Target dataset

The set of anonymous data (also known as de-identified data).


The most common methods for de-identification (anonymisation) are by removing personal identifiable information (PII) such as ID and phone numbers, and using sophisticated anonymisation schemes such as k-anonymity, l-diversity, and t-closeness. The new kid on the block is differential privacy.

Removing PII

Personal data, also known as personal information, personally identifying information (PII), or sensitive personal information (SPI), is any information relating to an identifiable person. Personally identifying information is a legal concept, not a technical concept, and is not used in the same way in all jurisdictions. Plus that with current re-identification attacks, the absence of PII data does not mean that the remaining data does not identify individuals.


A dataset provides k-anonymity protection if the information for each individual in the dataset cannot be distinguished from at least k − 1 individuals whose information also appears in the dataset.

k-anonymity and its variants can protect the privacy of structural data to some extent, but are susceptible to structure-based de-anonymisation attacks due to the limitations of the schemes (they are syntactic properties based) and the rich amount of auxiliary information available to adversaries.

Differential privacy

With static anonymisation, an analyst must decide ahead of time which fields contain sensitive data, and then either remove or alter these fields before running the analysis, which reduces the quality of the data set. Plus, the analyst must also consider any auxiliary information a potential hacker might have that could lead to re-identification of the sensitive fields. With dynamic anonymisation, also called interactive anonymisation, data is anonymised on a query-by-query basis, without destroying the quality of the data set.

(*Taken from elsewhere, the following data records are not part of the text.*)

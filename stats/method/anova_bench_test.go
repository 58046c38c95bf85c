package method

import (
	"math/rand/v2"
	"slices"
	"strconv"
	"testing"
	"time"
)

// Speed of the group methods on 1,000,000 readings in 10 groups, against
// same-run baselines: a plain sum over the readings, and a plain parse +
// sum of the same readings as text (strconv.ParseFloat per line). The
// issue's goal is that the groups section adds at most 50 % to the full
// analysis, which takes about 10 times a plain parse + sum: so the group
// methods should stay below about 5 times the parse + sum baseline.
//
//	go test -run '^$' -bench Groups1M -benchtime 3x ./stats/method/

const grpBenchN, grpBenchK = 1_000_000, 10

func grpBenchData() (f [][]float64, m [][]int64, text []string) {
	rng := rand.New(rand.NewPCG(11, 12))
	f = make([][]float64, grpBenchK)
	m = make([][]int64, grpBenchK)
	for i := 0; i < grpBenchN; i++ {
		g := i % grpBenchK
		// fill weights in grams, 3 decimals (invented): group centres
		// 0.004 g apart, SD 0.02 g, one group 3 times as wide
		sd := 20.0
		if g == 7 {
			sd = 60
		}
		v := int64(500000 + 4*g + int(rng.NormFloat64()*sd))
		m[g] = append(m[g], v)
		f[g] = append(f[g], float64(v)/1000)
		text = append(text, strconv.FormatFloat(float64(v)/1000, 'f', 3, 64))
	}
	return f, m, text
}

var grpSink float64

func grpBaselineSum(f [][]float64) float64 {
	s := 0.0
	for _, g := range f {
		for _, v := range g {
			s += v
		}
	}
	return s
}

func grpBaselineParse(text []string) float64 {
	s := 0.0
	for _, t := range text {
		v, _ := strconv.ParseFloat(t, 64)
		s += v
	}
	return s
}

// grpAllTests runs every group method as a section would: each group
// copied and sorted once, then all tests on the sorted groups (rank tests
// on the int64 mantissas when m is given, also sorted once).
func grpAllTests(b *testing.B, f [][]float64, m [][]int64) {
	sf := make([][]float64, len(f))
	for i, g := range f {
		sf[i] = slices.Clone(g)
		slices.Sort(sf[i])
	}
	var sm [][]int64
	if m != nil {
		sm = make([][]int64, len(m))
		for i, g := range m {
			sm[i] = slices.Clone(g)
			slices.Sort(sm[i])
		}
	}
	must := func(err error) {
		if err != nil {
			b.Fatal(err)
		}
	}
	_, err := OneWayANOVA(sf)
	must(err)
	_, err = WelchANOVA(sf)
	must(err)
	_, err = BrownForsythe(sf)
	must(err)
	_, err = Bartlett(sf)
	must(err)
	_, err = SDRatio(sf, 0.95)
	must(err)
	tk, err := TukeyKramer(sf, 0.95)
	must(err)
	_, err = GamesHowell(sf, 0.95)
	must(err)
	if sm != nil {
		_, err = KruskalWallis(sm)
		must(err)
		_, err = PairwiseMannWhitney(sm)
		must(err)
		_, err = Dunn(sm)
		must(err)
	} else {
		_, err = KruskalWallis(sf)
		must(err)
		_, err = PairwiseMannWhitney(sf)
		must(err)
		_, err = Dunn(sf)
		must(err)
	}
	_, err = CompactLetters(len(f), func(i, j int) bool {
		for _, p := range tk {
			if p.I == i && p.J == j {
				return p.P < 0.05
			}
		}
		return false
	}, nil)
	must(err)
}

func BenchmarkGroups1M(b *testing.B) {
	f, m, text := grpBenchData()
	b.Run("baseline-sum", func(b *testing.B) {
		for range b.N {
			grpSink += grpBaselineSum(f)
		}
	})
	b.Run("baseline-parse-sum", func(b *testing.B) {
		for range b.N {
			grpSink += grpBaselineParse(text)
		}
	})
	// all tests, with the same-run ratios to both baselines
	for _, c := range []struct {
		name string
		m    [][]int64
	}{{"all-float", nil}, {"all-mantissa", m}} {
		b.Run(c.name, func(b *testing.B) {
			var tAll, tSum, tParse time.Duration
			for range b.N {
				t0 := time.Now()
				grpSink += grpBaselineSum(f)
				t1 := time.Now()
				grpSink += grpBaselineParse(text)
				t2 := time.Now()
				grpAllTests(b, f, c.m)
				t3 := time.Now()
				tSum += t1.Sub(t0)
				tParse += t2.Sub(t1)
				tAll += t3.Sub(t2)
			}
			b.ReportMetric(float64(tAll.Milliseconds())/float64(b.N), "ms/all")
			b.ReportMetric(float64(tAll)/float64(tSum), "x-sum")
			b.ReportMetric(float64(tAll)/float64(tParse), "x-parse+sum")
		})
	}
}

// The Hodges-Lehmann shift and its interval for two groups of 500,000:
// four selections among 2.5e11 differences.
func BenchmarkGroupsMannWhitney1M(b *testing.B) {
	_, m, _ := grpBenchData()
	x := slices.Concat(m[0], m[2], m[4], m[6], m[8])
	y := slices.Concat(m[1], m[3], m[5], m[7], m[9])
	slices.Sort(x)
	slices.Sort(y)
	xf, yf := make([]float64, len(x)), make([]float64, len(y))
	for i := range x {
		xf[i] = float64(x[i]) / 1000
	}
	for i := range y {
		yf[i] = float64(y[i]) / 1000
	}
	b.Run("mantissa", func(b *testing.B) {
		for range b.N {
			r, err := MannWhitney(x, y, 0.95)
			if err != nil {
				b.Fatal(err)
			}
			grpSink += r.Shift
		}
	})
	b.Run("float", func(b *testing.B) {
		for range b.N {
			r, err := MannWhitney(xf, yf, 0.95)
			if err != nil {
				b.Fatal(err)
			}
			grpSink += r.Shift
		}
	})
	b.Run("baseline-sum", func(b *testing.B) {
		for range b.N {
			grpSink += grpBaselineSum([][]float64{xf, yf})
		}
	})
}
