function toggleExclude(row) {
  const focus = captureFocus();
  if (state.exclude.has(row)) { state.exclude.delete(row); state.reasons.delete(row); } else state.exclude.add(row);
  // keep the typed list in step with the switches
  state.leaveOutRows = (state.leaveOutRows || []).filter((r) => state.exclude.has(r));
  state.leaveOutText = state.leaveOutRows.join(", ");
  $("leave-out").value = state.leaveOutText;
  analyseNow(undefined, { focus });
}
function reasonChanged(row) {
  // the report shown echoes the reason as the engine will on the next run
  // (settings.excluded[].reason), so its JSON, a link and the print agree
  const why = ((state.reasons && state.reasons.get(row)) || "").trim();
  for (const r of (state.report && state.report.settings && state.report.settings.excluded) || []) {
    if (r.row !== row) continue;
    if (why) r.reason = why; else delete r.reason;
  }
  refreshPrintHead();
  renderExclusions();
}

// ---------- wiring ----------
$("analyse").addEventListener("click", () => { clearTimeout(typing); analyseText(undefined, { fromAction: true, reveal: true }); });
data.addEventListener("paste", (ev) => {
  const t0 = performance.now();
  const cd = ev.clipboardData && ev.clipboardData.getData("text/plain");
  const whole = data.value.trim() === "" || (data.selectionStart === 0 && data.selectionEnd === data.value.length);
  if (cd && cd.length > BIG_PASTE && whole) {
    ev.preventDefault();
    holdBigText(cd);
    analyseText(t0, { reveal: true });
    return;
  }
  if (state.bigText && whole) dropBigText();
  clearTimeout(typing);
  setTimeout(() => analyseText(t0, { reveal: true }), 0); // after the pasted text is in the box
});
$("edit-big").addEventListener("click", () => {
  const t = state.bigText;
  dropBigText();
  data.value = t;
  data.focus();
});
let typing = null;
data.addEventListener("input", (ev) => {
  if (ev.inputType === "insertFromPaste") return;
  if (state.bigText && data.value.trim() !== "") dropBigText();
  clearTimeout(typing);
  typing = setTimeout(() => { if (data.value.trim()) analyseText(); }, 700);
});
$("open").addEventListener("click", () => $("file").click());
$("file").addEventListener("change", (ev) => {
  const f = ev.target.files && ev.target.files[0];
  ev.target.value = "";
  if (f) analyseFile(f);
});
$("demo").addEventListener("click", async () => {
  setStatus("Loading the demo data…");
  try {
    dropBigText();
    data.value = await (await fetch("demo/capsule-fill.tsv")).text();
  } catch (e) { setStatus("The demo data could not be loaded: " + e, true); return; }
  analyseText(undefined, { fromAction: true, reveal: true });
  state.sourceName = "demo";
});
$("clear").addEventListener("click", () => {
  if (state.source === "file") call({ type: "forget" });
  data.value = ""; dropBigText();
  resetForNewData();
  state.source = null; state.text = ""; state.file = null; state.sourceName = ""; state.lastKey = "";
  clearReport(); $("action-error").hidden = true; $("exclusions").hidden = true;
  if (location.hash || location.search) history.replaceState(null, "", location.pathname);
  setStatus("Cleared.");
  data.focus();
});

// Drop a file (or text) anywhere on the input panel.
const drop = $("input");
drop.addEventListener("dragover", (ev) => { ev.preventDefault(); drop.classList.add("dragging"); });
drop.addEventListener("dragleave", (ev) => { if (!drop.contains(ev.relatedTarget)) drop.classList.remove("dragging"); });
drop.addEventListener("drop", (ev) => {
  ev.preventDefault();
  drop.classList.remove("dragging");
  const dt = ev.dataTransfer;
  if (dt && dt.files && dt.files.length) { analyseFile(dt.files[0]); return; }
  const t = dt && dt.getData("text/plain");
  if (t) { dropBigText(); data.value = t; analyseText(undefined, { reveal: true }); }
});
// A file dropped elsewhere must not make the browser navigate away.
window.addEventListener("dragover", (ev) => ev.preventDefault());
window.addEventListener("drop", (ev) => ev.preventDefault());

// Settings: re-run the analysis only (a file is never read again).
let settingsTimer = null;
for (const id of ["unit", "target", "lsl", "usl", "coverage", "cpk-goal", "leave-out"]) $(id).addEventListener("input", () => {
  clearTimeout(settingsTimer);
  settingsTimer = setTimeout(() => { if (state.source) analyseNow(); }, 400);
});
for (const id of ["confidence", "quantile", "decimal-mark", "within-sigma"]) $(id).addEventListener("change", () => { if (state.source) analyseNow(); });
fillOverTimeSettings(() => { clearTimeout(settingsTimer); settingsTimer = setTimeout(() => { if (state.source) analyseNow(); }, 400); });
$("precision").addEventListener("change", (ev) => { state.full = ev.target.checked; if (state.report) render(); });


actions.analyse = analyseNow;
actions.toggleExclude = toggleExclude;
actions.reasonChanged = reasonChanged;
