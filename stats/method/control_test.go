package method

import (
	"math"
	"testing"
)

// Individuals chart figures against R 4.2.2 (testdata/rref/control.R):
// mean, MR-bar/d2, median MR/d4 for spans 2 and 3, with all readings and
// with the first half as baseline.
func TestIndividualsAgainstR(t *testing.T) {
	ref := ctlRef(t)
	for _, set := range []string{"ind", "ar", "ties", "small"} {
		m := ref[set]
		x := ctlSeries(t, m, "x")
		ch, err := Individuals(x, IndividualsOptions{})
		if err != nil {
			t.Fatal(err)
		}
		ctlClose(t, set+" centre", ch.Centre, m["all.centre"], 1e-14)
		ctlClose(t, set+" sigma", ch.Sigma.Sigma, m["all.sigma"], 1e-12)
		c2, _ := Constants(2)
		ctlClose(t, set+" MR centre", ch.MRCentre, m["all.mrbar"], 1e-12)
		ctlClose(t, set+" MR upper", ch.MRUpper, c2.D4*m["all.mrbar"], 1e-12)
		ctlClose(t, set+" upper", ch.Upper, m["all.centre"]+3*m["all.sigma"], 1e-13)
		if len(ch.MovingRange) != len(x)-1 || ch.MRLower != 0 {
			t.Errorf("%s: %d moving ranges, MR lower %g", set, len(ch.MovingRange), ch.MRLower)
		}
		half := make([]int, len(x)/2)
		for i := range half {
			half[i] = i
		}
		hb, err := Individuals(x, IndividualsOptions{Baseline: half})
		if err != nil {
			t.Fatal(err)
		}
		ctlClose(t, set+" half centre", hb.Centre, m["half.centre"], 1e-14)
		ctlClose(t, set+" half sigma", hb.Sigma.Sigma, m["half.sigma"], 1e-12)
		if hb.BaselineCount != len(half) || len(hb.MovingRange) != len(x)-1 {
			t.Errorf("%s: baseline %d", set, hb.BaselineCount)
		}
		med, err := Individuals(x, IndividualsOptions{Median: true, Baseline: half})
		if err != nil {
			t.Fatal(err)
		}
		ctlClose(t, set+" half sigma med", med.Sigma.Sigma, m["half.sigmamed"], 1e-12)
		s3, _ := SigmaMovingRange(x, 3, nil)
		ctlClose(t, set+" sigma span 3", s3.Sigma, m["all.sigma3"], 1e-12)
		sm3, _ := SigmaMedianMovingRange(x, 3, nil)
		ctlClose(t, set+" sigma med span 3", sm3.Sigma, m["all.sigmamed3"], 1e-12)
	}
}

// The effective degrees of freedom of MR-bar/d2: about 0.62·(k−1) for long
// series (from memory; our exact-variance form gives 0.605·(k−1)), and
// exactly 1/(2·CV²) for one moving range, CV² = (2 − 4/π)/(4/π) = π/2 − 1.
func TestSigmaMovingRangeDF(t *testing.T) {
	x := make([]float64, 10001)
	for i := range x {
		x[i] = float64(i % 7)
	}
	e, _ := SigmaMovingRange(x, 2, nil)
	if r := e.DF / 10000; r < 0.59 || r > 0.63 {
		t.Errorf("df/(k−1) = %g", r)
	}
	e2, err := SigmaMovingRange([]float64{1, 2}, 2, nil)
	if err != nil {
		t.Fatal(err)
	}
	ctlClose(t, "df for one range", e2.DF, 1/(2*(math.Pi/2-1)), 1e-12)
}

// Subgroup estimators against R 4.2.2: the weighted R-bar and S-bar of
// ASTM E2587 with their Patnaik degrees of freedom and the pooled SD over
// c4, for equal and unequal sizes.
func TestSubgroupSigmaAgainstR(t *testing.T) {
	ref := ctlRef(t)
	for _, set := range []string{"sub-eq", "sub-uneq", "sub-big"} {
		m := ref[set]
		g := ctlGroups(t, m)
		r, err := SigmaRangeBar(g)
		if err != nil {
			t.Fatal(err)
		}
		ctlClose(t, set+" sigma R", r.Sigma, m["sigma.r"], 1e-9)
		ctlClose(t, set+" df R", r.DF, m["df.r"], 1e-8)
		s, _ := SigmaSBar(g)
		ctlClose(t, set+" sigma S", s.Sigma, m["sigma.s"], 1e-12)
		ctlClose(t, set+" df S", s.DF, m["df.s"], 1e-10)
		p, _ := SigmaPooled(g)
		ctlClose(t, set+" sigma pooled", p.Sigma, m["sigma.pooled"], 1e-12)
		ch, err := Subgroups(g, SubgroupOptions{})
		if err != nil {
			t.Fatal(err)
		}
		ctlClose(t, set+" centre", ch.Centre, m["centre"], 1e-14)
		want := SpreadRange
		if set == "sub-big" { // subgroups of 12: the SD chart (common practice: above about 10)
			want = SpreadSD
		}
		if ch.Spread != want {
			t.Errorf("%s: spread chart %d, want %d", set, ch.Spread, want)
		}
	}
	// Equal sizes: the textbook forms R-bar/d2 and the A2, D4 limits (ASTM
	// E2587 factors, computed here).
	m := ref["sub-eq"]
	g := ctlGroups(t, m)
	ch, _ := Subgroups(g, SubgroupOptions{})
	c5, _ := Constants(5)
	ctlClose(t, "R-bar/d2", ch.Sigma.Sigma, m["rbar"]/c5.SmallD2, 1e-9)
	ctlClose(t, "UCL mean", ch.MeanUpper[3], m["centre"]+c5.A2*m["rbar"], 1e-9)
	ctlClose(t, "UCL range", ch.SpreadUpper[3], c5.D4*m["rbar"], 1e-9)
	ctlClose(t, "CL range", ch.SpreadCentre[0], m["rbar"], 1e-9)
	sd, _ := Subgroups(g, SubgroupOptions{Spread: SpreadSD})
	ctlClose(t, "S-bar/c4", sd.Sigma.Sigma, m["sbar"]/c5.C4, 1e-12)
	ctlClose(t, "UCL mean S", sd.MeanUpper[0], m["centre"]+c5.A3*m["sbar"], 1e-9)
	ctlClose(t, "UCL S", sd.SpreadUpper[0], c5.B4*m["sbar"], 1e-9)
}

// Unequal sizes: limits per subgroup, narrower for larger subgroups; a
// baseline of subgroups; subgroups of one reading.
func TestSubgroupsUnequalAndBaseline(t *testing.T) {
	ref := ctlRef(t)
	g := ctlGroups(t, ref["sub-uneq"])
	ch, err := Subgroups(g, SubgroupOptions{})
	if err != nil {
		t.Fatal(err)
	}
	for i := range g {
		hw := ch.MeanUpper[i] - ch.Centre
		ctlClose(t, "half width", hw*math.Sqrt(float64(len(g[i]))), 3*ch.Sigma.Sigma, 1e-12)
	}
	base, err := Subgroups(g, SubgroupOptions{Baseline: []int{0, 1, 2, 3, 4, 5, 6, 7, 8, 9}})
	if err != nil {
		t.Fatal(err)
	}
	r10, _ := SigmaRangeBar(g[:10])
	if base.Sigma != r10 || base.BaselineCount != 10 || len(base.Means) != len(g) {
		t.Errorf("baseline sigma %v, want %v", base.Sigma, r10)
	}
	// Mixed with single readings: those have no spread point.
	mixed := [][]float64{{1, 2, 3}, {4}, {2, 2.5}, {3}}
	mc, err := Subgroups(mixed, SubgroupOptions{})
	if err != nil {
		t.Fatal(err)
	}
	if mc.SpreadUpper[1] != 0 || mc.Spreads[1] != 0 || mc.MeanUpper[1] <= mc.MeanUpper[0] {
		t.Errorf("single-reading subgroup: %+v", mc)
	}
	// All subgroups of size 1: no within-subgroup spread.
	if _, err := Subgroups([][]float64{{1}, {2}, {3}}, SubgroupOptions{}); err == nil {
		t.Error("all of size 1: no error")
	}
	// One subgroup.
	one, err := Subgroups([][]float64{{1, 2, 4}}, SubgroupOptions{})
	if err != nil || one.Sigma.Count != 1 {
		t.Errorf("one subgroup: %v %+v", err, one.Sigma)
	}
	for _, bad := range []SubgroupOptions{{Baseline: []int{99}}, {Baseline: []int{}}, {Width: math.NaN()}} {
		if _, err := Subgroups(g, bad); err == nil {
			t.Errorf("%+v: no error", bad)
		}
	}
	if _, err := Subgroups([][]float64{{1, 2}, {}}, SubgroupOptions{}); err == nil {
		t.Error("empty subgroup: no error")
	}
}

func TestIndividualsEdges(t *testing.T) {
	// n = 1 and a single-point baseline.
	if _, err := Individuals([]float64{5}, IndividualsOptions{}); err == nil {
		t.Error("one reading: no error")
	}
	if _, err := Individuals([]float64{5, 6, 7}, IndividualsOptions{Baseline: []int{1}}); err == nil {
		t.Error("baseline of one: no error")
	}
	// Baseline of 2 points: one moving range.
	ch, err := Individuals([]float64{5, 6, 9, 4}, IndividualsOptions{Baseline: []int{0, 1}})
	if err != nil {
		t.Fatal(err)
	}
	c2, _ := Constants(2)
	ctlClose(t, "sigma from one range", ch.Sigma.Sigma, 1/c2.SmallD2, 1e-15)
	ctlClose(t, "centre", ch.Centre, 5.5, 0)
	// Two baseline points not adjacent: no moving range inside the baseline.
	if _, err := Individuals([]float64{5, 6, 9, 4}, IndividualsOptions{Baseline: []int{0, 2}}); err == nil {
		t.Error("no adjacent baseline pair: no error")
	}
	// Constant data: sigma 0, limits on the centre, no NaN.
	cc, err := Individuals([]float64{2, 2, 2, 2}, IndividualsOptions{})
	if err != nil || cc.Sigma.Sigma != 0 || cc.Upper != 2 || cc.Lower != 2 || cc.Sigma.DF <= 0 {
		t.Errorf("constant: %v %+v", err, cc)
	}
	if _, err := Individuals([]float64{1, 2}, IndividualsOptions{Baseline: []int{-1}}); err == nil {
		t.Error("bad index: no error")
	}
	if _, err := Individuals([]float64{1, 2, 3}, IndividualsOptions{Span: 5}); err == nil {
		t.Error("span longer than the data: no error")
	}
}

// MovingRanges of span w against the definition (max − min of each window).
func TestMovingRangesSpan(t *testing.T) {
	x := []float64{3, 1, 4, 1, 5, 9, 2, 6, 5, 3, 5, 8, 9, 7, 9}
	for w := 2; w <= 6; w++ {
		mr, err := MovingRanges(x, w)
		if err != nil {
			t.Fatal(err)
		}
		for j := range mr {
			lo, hi := x[j], x[j]
			for _, v := range x[j : j+w] {
				lo, hi = math.Min(lo, v), math.Max(hi, v)
			}
			if mr[j] != hi-lo {
				t.Errorf("w=%d j=%d: %g, want %g", w, j, mr[j], hi-lo)
			}
		}
	}
}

In differential privacy a query should not reveal whether any one person is present in a dataset or what their data are. Imagine two otherwise identical datasets, one with an individual’s information in it, and one without it. The probability that a query will produce a given result is nearly the same whether conducted on the first or second dataset. If an individual’s data does not affect the outcome of a query, then it might be okay to give this information because it is unlikely that the information would be tied back to the individual. And, if an analysis on a dataset finds a correlation between two characteristics, then interpretation of and assigning significance to the correlation, might have an effect on an individual with that characteristic, regardless of whether the individual’s dataset was included in the study.

In short, differential privacy supposedly offers the benefits of data research without sacrificing privacy and supports “Legitimate Interest” processing by overcoming shortcomings of “static” data protection techniques that do not adequately protect data subjects against unauthorized re-identification when data is combined from multiple sources or used for various purposes.

Jane Bambauer, Krishnamurty Muralidhar, and Rathindra Sarathy have shown that by itself differential privacy will usually produce either wrong research results or useless privacy protections. Differential privacy was developed to protect the privacy of interactive data release. It cannot defend against structural data de-anonymisation attacks which can breach the privacy of non-interactive data releases.